Our baby girl certainly seemed to have a mind of her own, and perhaps it was at this point that she decided it was finally time to make her fashionably-late debut..  With what seemed to me as a small miracle, that final check indicated I was 9 centimeters dialated and could push within the hour.  And although the final "pushing" stage of labor was what I had been most nervous about all along, the thought of an end to this 48-hour journey (and beginning of a new one with our daughter) was enough to motivate me. 

I pushed for about 45 minutes and will never forget the experience, even though I don't know that even just one week later I can recall the actual feeling of it all.  I know that my husband was right next to me the whole time and I couldn't have done it without him, that the first time the nurse mentioned sight of my daughter's head I was more determined than ever, and lastly, that any modesty I had ever had was out the window. 

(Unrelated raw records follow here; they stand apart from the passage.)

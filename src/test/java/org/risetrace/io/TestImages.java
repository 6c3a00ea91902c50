package org.risetrace.io;

import javax.imageio.ImageIO;
import javax.imageio.ImageTypeSpecifier;
import javax.imageio.ImageWriteParam;
import javax.imageio.ImageWriter;
import javax.imageio.stream.ImageOutputStream;
import java.awt.image.BufferedImage;
import java.awt.image.ComponentColorModel;
import java.awt.image.DataBuffer;
import java.awt.image.DataBufferFloat;
import java.awt.image.DataBufferUShort;
import java.awt.image.PixelInterleavedSampleModel;
import java.awt.image.Raster;
import java.awt.image.WritableRaster;
import java.awt.color.ColorSpace;
import java.awt.Point;
import java.io.IOException;
import java.nio.file.Files;
import java.nio.file.Path;
import java.util.Hashtable;

/** Test images written by the JDK's ImageIO writers (an implementation outside risetrace). */
final class TestImages {
    private TestImages() {
    }

    /** The fixture pattern: count(x, y) = 27315 + 37 x + 101 y (0 degC plus a ramp, in centikelvin). */
    static int count(int x, int y) {
        return 27315 + 37 * x + 101 * y;
    }

    static BufferedImage ushortGrey(int w, int h) {
        BufferedImage img = new BufferedImage(w, h, BufferedImage.TYPE_USHORT_GRAY);
        short[] d = ((DataBufferUShort) img.getRaster().getDataBuffer()).getData();
        for (int y = 0; y < h; y++) for (int x = 0; x < w; x++) d[y * w + x] = (short) count(x, y);
        return img;
    }

    static BufferedImage byteGrey(int w, int h) {
        BufferedImage img = new BufferedImage(w, h, BufferedImage.TYPE_BYTE_GRAY);
        WritableRaster r = img.getRaster();
        for (int y = 0; y < h; y++) for (int x = 0; x < w; x++) r.setSample(x, y, 0, (3 * x + 5 * y) & 0xFF);
        return img;
    }

    /** A one-band float image (what a float TIFF holds). */
    static BufferedImage floatGrey(float[] values, int w, int h) {
        ColorSpace cs = ColorSpace.getInstance(ColorSpace.CS_GRAY);
        ComponentColorModel cm = new ComponentColorModel(cs, false, false, java.awt.Transparency.OPAQUE,
                DataBuffer.TYPE_FLOAT);
        PixelInterleavedSampleModel sm = new PixelInterleavedSampleModel(DataBuffer.TYPE_FLOAT, w, h, 1, w, new int[]{0});
        WritableRaster r = Raster.createWritableRaster(sm, new DataBufferFloat(values, values.length), new Point(0, 0));
        return new BufferedImage(cm, r, false, new Hashtable<>());
    }

    static Path write(BufferedImage img, String format, Path file) throws IOException {
        if (!ImageIO.write(img, format, file.toFile())) throw new IOException("no " + format + " writer");
        return file;
    }

    /** TIFF with a given compression type name ("LZW", "Deflate", "PackBits", or null for none). */
    static Path writeTiff(BufferedImage img, String compression, Path file) throws IOException {
        ImageWriter w = ImageIO.getImageWritersByFormatName("tiff").next();
        Files.deleteIfExists(file);
        try (ImageOutputStream out = ImageIO.createImageOutputStream(file.toFile())) {
            w.setOutput(out);
            ImageWriteParam p = w.getDefaultWriteParam();
            if (compression != null) {
                p.setCompressionMode(ImageWriteParam.MODE_EXPLICIT);
                p.setCompressionType(compression);
            }
            w.write(null, new javax.imageio.IIOImage(img, null, null), p);
        } finally {
            w.dispose();
        }
        return file;
    }

    static ImageTypeSpecifier spec(BufferedImage img) {
        return new ImageTypeSpecifier(img);
    }
}
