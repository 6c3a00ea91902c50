package org.risetrace.io;

import org.junit.jupiter.api.Test;
import org.junit.jupiter.api.io.TempDir;
import org.risetrace.calibration.Profiles;
import org.risetrace.frame.Frame;
import org.risetrace.frame.InputRejected;

import java.io.ByteArrayOutputStream;
import java.io.IOException;
import java.nio.charset.StandardCharsets;
import java.nio.file.Files;
import java.nio.file.Path;
import java.util.Arrays;

import static org.junit.jupiter.api.Assertions.assertEquals;
import static org.junit.jupiter.api.Assertions.assertThrows;
import static org.junit.jupiter.api.Assertions.assertTrue;

/**
 * PGM built byte by byte from the netpbm format description (netpbm.sourceforge.net/doc/pgm.html): "P5",
 * whitespace, width, whitespace, height, whitespace, maxval, one whitespace character, raster; each sample one
 * byte if maxval < 256, else two bytes, most significant first; "#" starts a comment to end of line in the header.
 */
class PgmReaderTest {
    @TempDir
    Path dir;

    private Path write(String name, String header, byte[] raster) throws IOException {
        ByteArrayOutputStream b = new ByteArrayOutputStream();
        b.write(header.getBytes(StandardCharsets.US_ASCII));
        b.write(raster);
        return Files.write(dir.resolve(name), b.toByteArray());
    }

    @Test
    void twoByteSamplesAreBigEndian() throws IOException {
        // 0x6AB3 = 27315 counts = 0 degC; 0x7477 = 29815 = 25 degC (u16-centikelvin, 0 degC = 273.15 K, SI)
        Path f = write("a.pgm", "P5\n2 1\n65535\n", new byte[]{0x6A, (byte) 0xB3, 0x74, 0x77});
        Frame frame = FrameReaders.read(f, ReadContext.of(Profiles.load("u16-centikelvin")));
        assertEquals(0.0, frame.at(0, 0), 1e-4);
        assertEquals(25.0, frame.at(1, 0), 1e-4);
        assertEquals(16, frame.decoding().bitDepth());
        assertEquals("pgm", frame.decoding().container());
    }

    @Test
    void commentsAndAnyWhitespaceInTheHeaderAreAllowed() throws IOException {
        Path f = write("c.pgm", "P5 # camera export\n# another comment\n2\t1\r\n4095 ", new byte[]{0x0F, (byte) 0xFF, 0, 1});
        RawSamples s = FrameReaders.samples(f, ReadContext.defaults());
        assertEquals(2, s.width());
        assertEquals(4095, s.u16()[0]); // a 12-bit camera's full scale
        assertEquals(1, s.u16()[1]);
        assertEquals(RawSamples.Kind.COUNTS, s.kind()); // maxval > 255: counts
    }

    @Test
    void oneByteSamplesScaleTheSpanByMaxval() throws IOException {
        Path f = write("g.pgm", "P5\n3 1\n100\n", new byte[]{0, 50, 100});
        Frame frame = FrameReaders.read(f, new ReadContext(Profiles.load("u8-span"), new double[]{20, 40},
                ReadContext.DEFAULT_MAX_PIXELS));
        // maxval is full scale: 50 of 100 is half way along the span
        assertEquals(20.0, frame.at(0, 0), 1e-5);
        assertEquals(30.0, frame.at(1, 0), 1e-5);
        assertEquals(40.0, frame.at(2, 0), 1e-5);
    }

    @Test
    void plainP2ReadsTheSameAsBinaryP5() throws IOException {
        Path plain = write("p.pgm", "P2\n2 2\n65535\n27315 29815\n 100 65535\n", new byte[0]);
        Path binary = write("b.pgm", "P5\n2 2\n65535\n",
                new byte[]{0x6A, (byte) 0xB3, 0x74, 0x77, 0x00, 0x64, (byte) 0xFF, (byte) 0xFF});
        ReadContext ctx = ReadContext.of(Profiles.load("u16-centikelvin"));
        assertTrue(Arrays.equals(FrameReaders.read(plain, ctx).celsius(), FrameReaders.read(binary, ctx).celsius()));
    }

    @Test
    void truncatedRasterIsRejected() throws IOException {
        Path f = write("t.pgm", "P5\n4 4\n65535\n", new byte[20]);
        InputRejected e = assertThrows(InputRejected.class, () -> FrameReaders.read(f, ReadContext.defaults()));
        assertTrue(e.getMessage().contains("t.pgm") && e.getMessage().contains("truncated PGM")
                && e.getMessage().contains("32 bytes"), e.getMessage());
    }

    @Test
    void sampleAboveMaxvalIsRejected() throws IOException {
        Path f = write("m.pgm", "P5\n2 1\n1000\n", new byte[]{0x03, (byte) 0xE8, 0x03, (byte) 0xE9});
        InputRejected e = assertThrows(InputRejected.class, () -> FrameReaders.read(f, ReadContext.defaults()));
        assertTrue(e.getMessage().contains("1001") && e.getMessage().contains("pixel (1, 0)"), e.getMessage());
    }

    @Test
    void hugeHeaderIsRejectedBeforeAllocation() throws IOException {
        Path f = write("h.pgm", "P5\n60000 60000\n65535\n", new byte[16]);
        InputRejected e = assertThrows(InputRejected.class, () -> FrameReaders.read(f, ReadContext.defaults()));
        assertTrue(e.getMessage().contains("60000 x 60000") && e.getMessage().contains("limit"), e.getMessage());
    }
}
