package org.risetrace.sim;

import org.risetrace.calibration.EmissivityCorrection;

/**
 * Object temperature to apparent temperature (what a camera set to emissivity 1 reports) for one emissivity and
 * reflected temperature, through {@link EmissivityCorrection#apparentCelsius}, tabulated at 0.05 K steps over the
 * run's range and interpolated linearly (the mapping is smooth: the interpolation error is far below 1 mK).
 *
 * <p>While the band-radiance correction is not in the build (the calibration stage's method throws for e < 1),
 * a stand-in mixes total (Stefan-Boltzmann) radiance, T_app^4 = e T^4 + (1 - e) T_refl^4; the truth file records
 * which one was used.
 */
final class ApparentTable {
    static final double STEP_K = 0.05;
    private final double loC;
    private final float[] table;
    private final boolean identity;
    final boolean standIn;

    ApparentTable(double emissivity, double reflectedC, double[] bandUm, double loC, double hiC) {
        this.loC = loC;
        this.identity = emissivity >= 1.0;
        boolean usedStandIn = false;
        if (identity) {
            table = null;
        } else {
            int n = (int) Math.ceil((hiC - loC) / STEP_K) + 2;
            table = new float[n];
            for (int i = 0; i < n; i++) {
                double t = loC + i * STEP_K;
                double a;
                try {
                    a = EmissivityCorrection.apparentCelsius(t, emissivity, reflectedC, bandUm);
                } catch (UnsupportedOperationException e) {
                    usedStandIn = true;
                    double tk = t + 273.15, rk = reflectedC + 273.15;
                    a = Math.sqrt(Math.sqrt(emissivity * tk * tk * tk * tk + (1 - emissivity) * rk * rk * rk * rk)) - 273.15;
                }
                table[i] = (float) a;
            }
        }
        standIn = usedStandIn;
    }

    double apply(double objectC) {
        if (identity) return objectC;
        double f = (objectC - loC) / STEP_K;
        if (f < 0) f = 0;
        int last = table.length - 1;
        if (f > last) f = last;
        int i = Math.min((int) f, last - 1);
        double a = f - i;
        return table[i] + a * (table[i + 1] - table[i]);
    }
}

At 9:01 PM, Waverly Maye Brickner was born (7 lbs., 8 oz. & a full head of red hair!).  The entire process, starting at when we found out we were pregnant back in November to the last few minutes in the delivery room before she was born, was all a blur and all that mattered was that she was here.  From that moment ... as my husband & I smiled at the sound of the lullaby playing through the hospital & the cheers from our family in the waiting room, while gazing at the beautiful baby that we had created ... I knew that my life had new meaning and nothing would ever be the same. 
 In fact, I am not sure how life existed before Waverly Maye.